INSTRUCTIONS FOR THE TASK:
From the listing below, output only the lines starting at the line that has "resp, err := http.DefaultClient.Do(req)" and ending at the line that has "store := t.TempDir()", exactly as they appear, ends included.

DATASET CONTENT:
━━━━━━━━━━
package daemon

import (
	"encoding/json"
	"fmt"
	"io"
	"net/http"
	"sync"
	"testing"
	"time"

	"github.com/nats-io/nats.go"

	"lariat/config"
	"lariat/sink"
	"lariat/sink/natstest"
)

// TestEndToEnd publishes 20k records with a known sparse truth through a
// plain NATS client and checks that the model served over HTTP and the one
// published on <prefix>.model.<name> both recover the support and signs.
func TestEndToEnd(t *testing.T) {
	if testing.Short() {
		t.Skip("end to end: 20k records per model")
	}
	const n = 20000
	tr := sparseTruth(20)
	for _, tc := range []struct {
		name string
		loss string
	}{
		{"e2e-linear", config.LossSquared},
		{"e2e-logistic", config.LossLogistic},
	} {
		t.Run(tc.loss, func(t *testing.T) {
			m := testModel(tc.name, "test."+tc.name, tc.loss)
			m.Queue = n // the whole burst fits: this test is about recovery, not back-pressure
			td := startDaemon(t, testConfig(t, m))
			nc := connect(t, td.NATSURL())

			var mu sync.Mutex
			var busDoc *sink.ModelDoc
			sub, err := nc.Subscribe("lariat.model."+tc.name, func(msg *nats.Msg) {
				var doc sink.ModelDoc
				if err := json.Unmarshal(msg.Data, &doc); err != nil {
					t.Errorf("bus model: %v", err)
					return
				}
				mu.Lock()
				if busDoc == nil || doc.Version > busDoc.Version {
					busDoc = &doc
				}
				mu.Unlock()
			})
			if err != nil {
				t.Fatal(err)
			}
			defer sub.Unsubscribe()
			natstest.WaitFor(t, 10*time.Second, td.Ready)

			for _, rec := range tr.records(n, tc.loss == config.LossLogistic, 42) {
				if err := nc.Publish(m.Subject, rec); err != nil {
					t.Fatal(err)
				}
			}
			if err := nc.Flush(); err != nil {
				t.Fatal(err)
			}
			labels := map[string]string{"model": tc.name}
			natstest.WaitFor(t, 30*time.Second, func() error {
				if got := metricValue(t, td.Daemon, "lariat_records_accepted_total", labels); got != n {
					return fmt.Errorf("accepted %v of %d", got, n)
				}
				return nil
			})
			var httpDoc *sink.ModelDoc
			natstest.WaitFor(t, 30*time.Second, func() error {
				doc, _, err := getDoc(td.Daemon, tc.name)
				if err != nil {
					return err
				}
				httpDoc = doc
				if doc.Records.Seen != n*4/5 { // every 5th record is held out
					return fmt.Errorf("version %d has seen %d train records, want %d", doc.Version, doc.Records.Seen, n*4/5)
				}
				if doc.Records.Applied != n { // train and held out
					return fmt.Errorf("version %d has applied %d records, want %d", doc.Version, doc.Records.Applied, n)
				}
				return checkSupport(doc, tr)
			})
			natstest.WaitFor(t, 10*time.Second, func() error {
				mu.Lock()
				defer mu.Unlock()
				if busDoc == nil || busDoc.Version < httpDoc.Version {
					return fmt.Errorf("bus has no version >= %d yet", httpDoc.Version)
				}
				return checkSupport(busDoc, tr)
			})
			// The metrics follow the published model.
			if v := metricValue(t, td.Daemon, "lariat_model_version", labels); v < float64(httpDoc.Version) {
				t.Errorf("lariat_model_version %v < %d", v, httpDoc.Version)
			}
			if v := metricValue(t, td.Daemon, "lariat_lambda", labels); !(v > 0) {
				t.Errorf("lariat_lambda %v", v)
			}
			if v := metricValue(t, td.Daemon, "lariat_update_duration_seconds", labels); v != n {
				t.Errorf("update latency observations %v, want %d", v, n)
			}
			t.Logf("%s: version %d, λ index %d, coefficients %v, held-out %+v",
				tc.name, httpDoc.Version, httpDoc.LambdaIndex, httpDoc.Coefficients, httpDoc.Holdout)
		})
	}
}

// TestETag checks the model endpoint's ETag and 304 answer.
func TestETag(t *testing.T) {
	tr := sparseTruth(6)
	m := testModel("etag", "test.etag", config.LossSquared)
	td := startDaemon(t, testConfig(t, m))
	nc := connect(t, td.NATSURL())
	natstest.WaitFor(t, 10*time.Second, td.Ready)
	for _, rec := range tr.records(300, false, 1) {
		nc.Publish(m.Subject, rec)
	}
	nc.Flush()
	var etag string
	natstest.WaitFor(t, 10*time.Second, func() error {
		_, h, err := getDoc(td.Daemon, "etag")
		if err != nil {
			return err
		}
		etag = h.Get("ETag")
		return nil
	})
	if etag == "" {
		t.Fatal("no ETag")
	}
	req, _ := http.NewRequest(http.MethodGet, "http://"+td.HTTPAddr()+"/v1/models/etag", nil)
	req.Header.Set("If-None-Match", etag)
	resp, err := http.DefaultClient.Do(req)
	if err != nil {
		t.Fatal(err)
	}
	resp.Body.Close()
	// The heartbeat (1s) may publish a newer version between the two
	// requests; then 200 with a new ETag is right, so retry once.
	if resp.StatusCode == http.StatusOK && resp.Header.Get("ETag") != etag {
		req.Header.Set("If-None-Match", resp.Header.Get("ETag"))
		resp, err = http.DefaultClient.Do(req)
		if err != nil {
			t.Fatal(err)
		}
		resp.Body.Close()
	}
	if resp.StatusCode != http.StatusNotModified {
		t.Errorf("If-None-Match %s: status %d, want 304", etag, resp.StatusCode)
	}
	resp, err = http.Get("http://" + td.HTTPAddr() + "/v1/models/nope")
	if err != nil {
		t.Fatal(err)
	}
	resp.Body.Close()
	if resp.StatusCode != http.StatusNotFound {
		t.Errorf("unknown model: status %d, want 404", resp.StatusCode)
	}
}

// TestReadiness runs the daemon against an external NATS URL whose server
// starts later: /readyz is 503 before and 200 after it is up, 503 again
// while it restarts, and the reconnect is counted.
func TestReadiness(t *testing.T) {
	port := freePort(t)
	cfg := testConfig(t, testModel("ready", "test.ready", config.LossSquared))
	cfg.NATS.URL = fmt.Sprintf("nats://127.0.0.1:%d", port)
	if err := cfg.Validate(); err != nil {
		t.Fatal(err)
	}
	td := startDaemon(t, cfg)
	readyz := func() int {
		resp, err := http.Get("http://" + td.HTTPAddr() + "/readyz")
		if err != nil {
			t.Fatal(err)
		}
		resp.Body.Close()
		return resp.StatusCode
	}
	if code := readyz(); code != http.StatusServiceUnavailable {
		t.Fatalf("before NATS is up: /readyz %d, want 503", code)
	}
	resp, err := http.Get("http://" + td.HTTPAddr() + "/healthz")
	if err != nil {
		t.Fatal(err)
	}
	resp.Body.Close()
	if resp.StatusCode != http.StatusOK {
		t.Errorf("/healthz %d, want 200 while NATS is down", resp.StatusCode)
	}
	store := t.TempDir() // the restarted server keeps its JetStream store, as a real one does
	srv := runServer(t, port, store)
	ready := func() error {
		if code := readyz(); code != http.StatusOK {
			return fmt.Errorf("/readyz %d", code)
		}
		return nil
	}
	natstest.WaitFor(t, 15*time.Second, ready)
	// The server restarts: not ready meanwhile, a counted reconnect after.
	srv.Shutdown()
	srv.WaitForShutdown()
	natstest.WaitFor(t, 5*time.Second, func() error {
		if code := readyz(); code != http.StatusServiceUnavailable {
			return fmt.Errorf("/readyz %d while NATS is down", code)
		}
		return nil
	})
	runServer(t, port, store)
	natstest.WaitFor(t, 15*time.Second, ready)
	if got := metricValue(t, td.Daemon, "lariat_nats_reconnects_total", nil); got < 1 {
		t.Errorf("lariat_nats_reconnects_total %v after a server restart", got)
	}
	// Records flow once connected.
	nc := connect(t, cfg.NATS.URL)
	for _, rec := range sparseTruth(4).records(100, false, 3) {
		nc.Publish("test.ready", rec)
	}
	nc.Flush()
	natstest.WaitFor(t, 10*time.Second, func() error {
		if got := metricValue(t, td.Daemon, "lariat_records_accepted_total", map[string]string{"model": "ready"}); got != 100 {
			return fmt.Errorf("accepted %v of 100", got)
		}
		return nil
	})
}

// TestGracefulShutdown stops the daemon with records in flight, with core
// intake: every record the subscription received is applied (or rejected)
// before Run returns, and the ladder and holdout account for every
// accepted one. (With the durable intake, what is not applied stays in the
// stream for the next start: TestDurableRestart.)
func TestGracefulShutdown(t *testing.T) {
	const n = 8000
	m := testModel("drain", "test.drain", config.LossSquared)
	m.Queue = n
	td := startDaemon(t, testConfigMode(t, config.IntakeCore, m))
	nc := connect(t, td.NATSURL())
	natstest.WaitFor(t, 10*time.Second, td.Ready)
	final := make(chan *sink.ModelDoc, 100)
	sub, _ := nc.Subscribe("lariat.model.drain", func(msg *nats.Msg) {
		var doc sink.ModelDoc
		if json.Unmarshal(msg.Data, &doc) == nil {
			final <- &doc
		}
	})
	defer sub.Unsubscribe()
	w := td.byName["drain"]
	// Hold the model goroutine so records pile up in its queue, publish,
	// start the shutdown, and only then let the model go on.
	release := make(chan struct{})
	stalled := make(chan struct{})
	go w.exec(func() { close(stalled); <-release })
	<-stalled
	for _, rec := range sparseTruth(8).records(n, false, 5) {
		nc.Publish(m.Subject, rec)
	}
	if err := nc.Flush(); err != nil { // the server has every record
		t.Fatal(err)
	}
	natstest.WaitFor(t, 10*time.Second, func() error {
		if q := len(w.queue); q < n/2 {
			return fmt.Errorf("%d records queued", q)
		}
		return nil
	})
	start := time.Now()
	go func() { time.Sleep(100 * time.Millisecond); close(release) }()
	if err := td.stop(t); err != nil {
		t.Fatalf("Run: %v", err)
	}
	if took := time.Since(start); took > ShutdownTimeout {
		t.Errorf("shutdown took %s", took)
	}
	if err := td.stop(t); err != nil { // a second stop is harmless
		t.Errorf("second stop: %v", err)
	}
	<-w.done // happens-after every write of the model goroutine
	accepted := metricValue(t, td.Daemon, "lariat_records_accepted_total", map[string]string{"model": "drain"})
	rejected := float64(w.rejected.Load())
	if accepted+rejected != n {
		t.Errorf("accepted %v + rejected %v != published %d", accepted, rejected, n)
	}
	seen := w.pipe.Ladder().Seen()
	_, held := w.pipe.Counts()
	if got := seen + held; float64(got) != accepted {
		t.Errorf("ladder seen %d + held out %d = %d, accepted %v", seen, held, got, accepted)
	}
	// The final document went out before the connection closed.
	var last *sink.ModelDoc
	timeout := time.After(5 * time.Second)
	for last == nil || last.Records.Seen != seen {
		select {
		case last = <-final:
		case <-timeout:
			t.Fatalf("no final model on the bus; last %+v", last)
		}
	}
}

// TestConcurrentModels feeds three models at once (run with -race) while
// an HTTP client reads and predicts: every answer is 200 or 503 (a model
// that has not published yet), and the version a model shows never goes
// down.
func TestConcurrentModels(t *testing.T) {
	const n = 3000
	tr := sparseTruth(10)
	models := []config.Model{
		testModel("conc-a", "test.conc.a", config.LossSquared),
		testModel("conc-b", "test.conc.b", config.LossLogistic),
		testModel("conc-c", "test.conc.*", config.LossSquared), // wildcard, overlaps a and b (core intake only)
	}
	for i := range models {
		models[i].Queue = 2 * n // this test is about concurrency, not back-pressure
	}
	td := startDaemon(t, testConfigMode(t, config.IntakeCore, models...))
	natstest.WaitFor(t, 10*time.Second, td.Ready)
	var wg sync.WaitGroup
	for i, m := range models[:2] {
		nc := connect(t, td.NATSURL())
		wg.Go(func() {
			for _, rec := range tr.records(n, m.Loss == config.LossLogistic, uint64(i)) {
				nc.Publish(m.Subject, rec)
			}
			nc.Flush()
		})
	}
	stopReaders := make(chan struct{})
	readerErr := make(chan error, 1) // the reader's first failure, if any
	wg.Go(func() {
		body := tr.records(1, false, 99)[0]
		base := "http://" + td.HTTPAddr() + "/v1/models/"
		seen := map[string]uint64{} // highest version read per model
		check := func(what string, resp *http.Response) ([]byte, error) {
			defer resp.Body.Close()
			b, _ := io.ReadAll(resp.Body)
			if resp.StatusCode != http.StatusOK && resp.StatusCode != http.StatusServiceUnavailable {
				return nil, fmt.Errorf("%s: %s: %s (want 200 or 503)", what, resp.Status, b)
			}
			if resp.StatusCode != http.StatusOK {
				return nil, nil
			}
			return b, nil
		}
		read := func(name string) error {
			resp, err := http.Get(base + name)
			if err != nil {
				return err
			}
			b, err := check("GET "+name, resp)
			if err != nil || b == nil {
				return err
			}
			var doc sink.ModelDoc
			if err := json.Unmarshal(b, &doc); err != nil {
				return fmt.Errorf("GET %s: %v", name, err)
			}
			if doc.Version < seen[name] {
				return fmt.Errorf("GET %s: version %d after %d", name, doc.Version, seen[name])
			}
			seen[name] = doc.Version
			resp, err = http.Post(base+name+"/predict", "application/json", bytesReader(body))
			if err != nil {
				return err
			}
			_, err = check("POST "+name+"/predict", resp)
			return err
		}
		for {
			select {
			case <-stopReaders:
				return
			default:
			}
			for _, m := range models {
				if err := read(m.Name); err != nil {
					readerErr <- err
					return
				}
			}
			time.Sleep(5 * time.Millisecond)
		}
	})
	want := map[string]float64{"conc-a": n, "conc-b": n, "conc-c": 2 * n}
	natstest.WaitFor(t, 60*time.Second, func() error {
		for name, v := range want {
			if got := metricValue(t, td.Daemon, "lariat_records_accepted_total", map[string]string{"model": name}); got != v {
				return fmt.Errorf("%s accepted %v of %v", name, got, v)
			}
		}
		return nil
	})
	close(stopReaders)
	wg.Wait()
	select {
	case err := <-readerErr:
		t.Error(err)
	default:
	}
}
━━━━━━━━━━
EXPECTED ANSWER:
	resp, err := http.DefaultClient.Do(req)
	if err != nil {
		t.Fatal(err)
	}
	resp.Body.Close()
	// The heartbeat (1s) may publish a newer version between the two
	// requests; then 200 with a new ETag is right, so retry once.
	if resp.StatusCode == http.StatusOK && resp.Header.Get("ETag") != etag {
		req.Header.Set("If-None-Match", resp.Header.Get("ETag"))
		resp, err = http.DefaultClient.Do(req)
		if err != nil {
			t.Fatal(err)
		}
		resp.Body.Close()
	}
	if resp.StatusCode != http.StatusNotModified {
		t.Errorf("If-None-Match %s: status %d, want 304", etag, resp.StatusCode)
	}
	resp, err = http.Get("http://" + td.HTTPAddr() + "/v1/models/nope")
	if err != nil {
		t.Fatal(err)
	}
	resp.Body.Close()
	if resp.StatusCode != http.StatusNotFound {
		t.Errorf("unknown model: status %d, want 404", resp.StatusCode)
	}
}

// TestReadiness runs the daemon against an external NATS URL whose server
// starts later: /readyz is 503 before and 200 after it is up, 503 again
// while it restarts, and the reconnect is counted.
func TestReadiness(t *testing.T) {
	port := freePort(t)
	cfg := testConfig(t, testModel("ready", "test.ready", config.LossSquared))
	cfg.NATS.URL = fmt.Sprintf("nats://127.0.0.1:%d", port)
	if err := cfg.Validate(); err != nil {
		t.Fatal(err)
	}
	td := startDaemon(t, cfg)
	readyz := func() int {
		resp, err := http.Get("http://" + td.HTTPAddr() + "/readyz")
		if err != nil {
			t.Fatal(err)
		}
		resp.Body.Close()
		return resp.StatusCode
	}
	if code := readyz(); code != http.StatusServiceUnavailable {
		t.Fatalf("before NATS is up: /readyz %d, want 503", code)
	}
	resp, err := http.Get("http://" + td.HTTPAddr() + "/healthz")
	if err != nil {
		t.Fatal(err)
	}
	resp.Body.Close()
	if resp.StatusCode != http.StatusOK {
		t.Errorf("/healthz %d, want 200 while NATS is down", resp.StatusCode)
	}
	store := t.TempDir() // the restarted server keeps its JetStream store, as a real one does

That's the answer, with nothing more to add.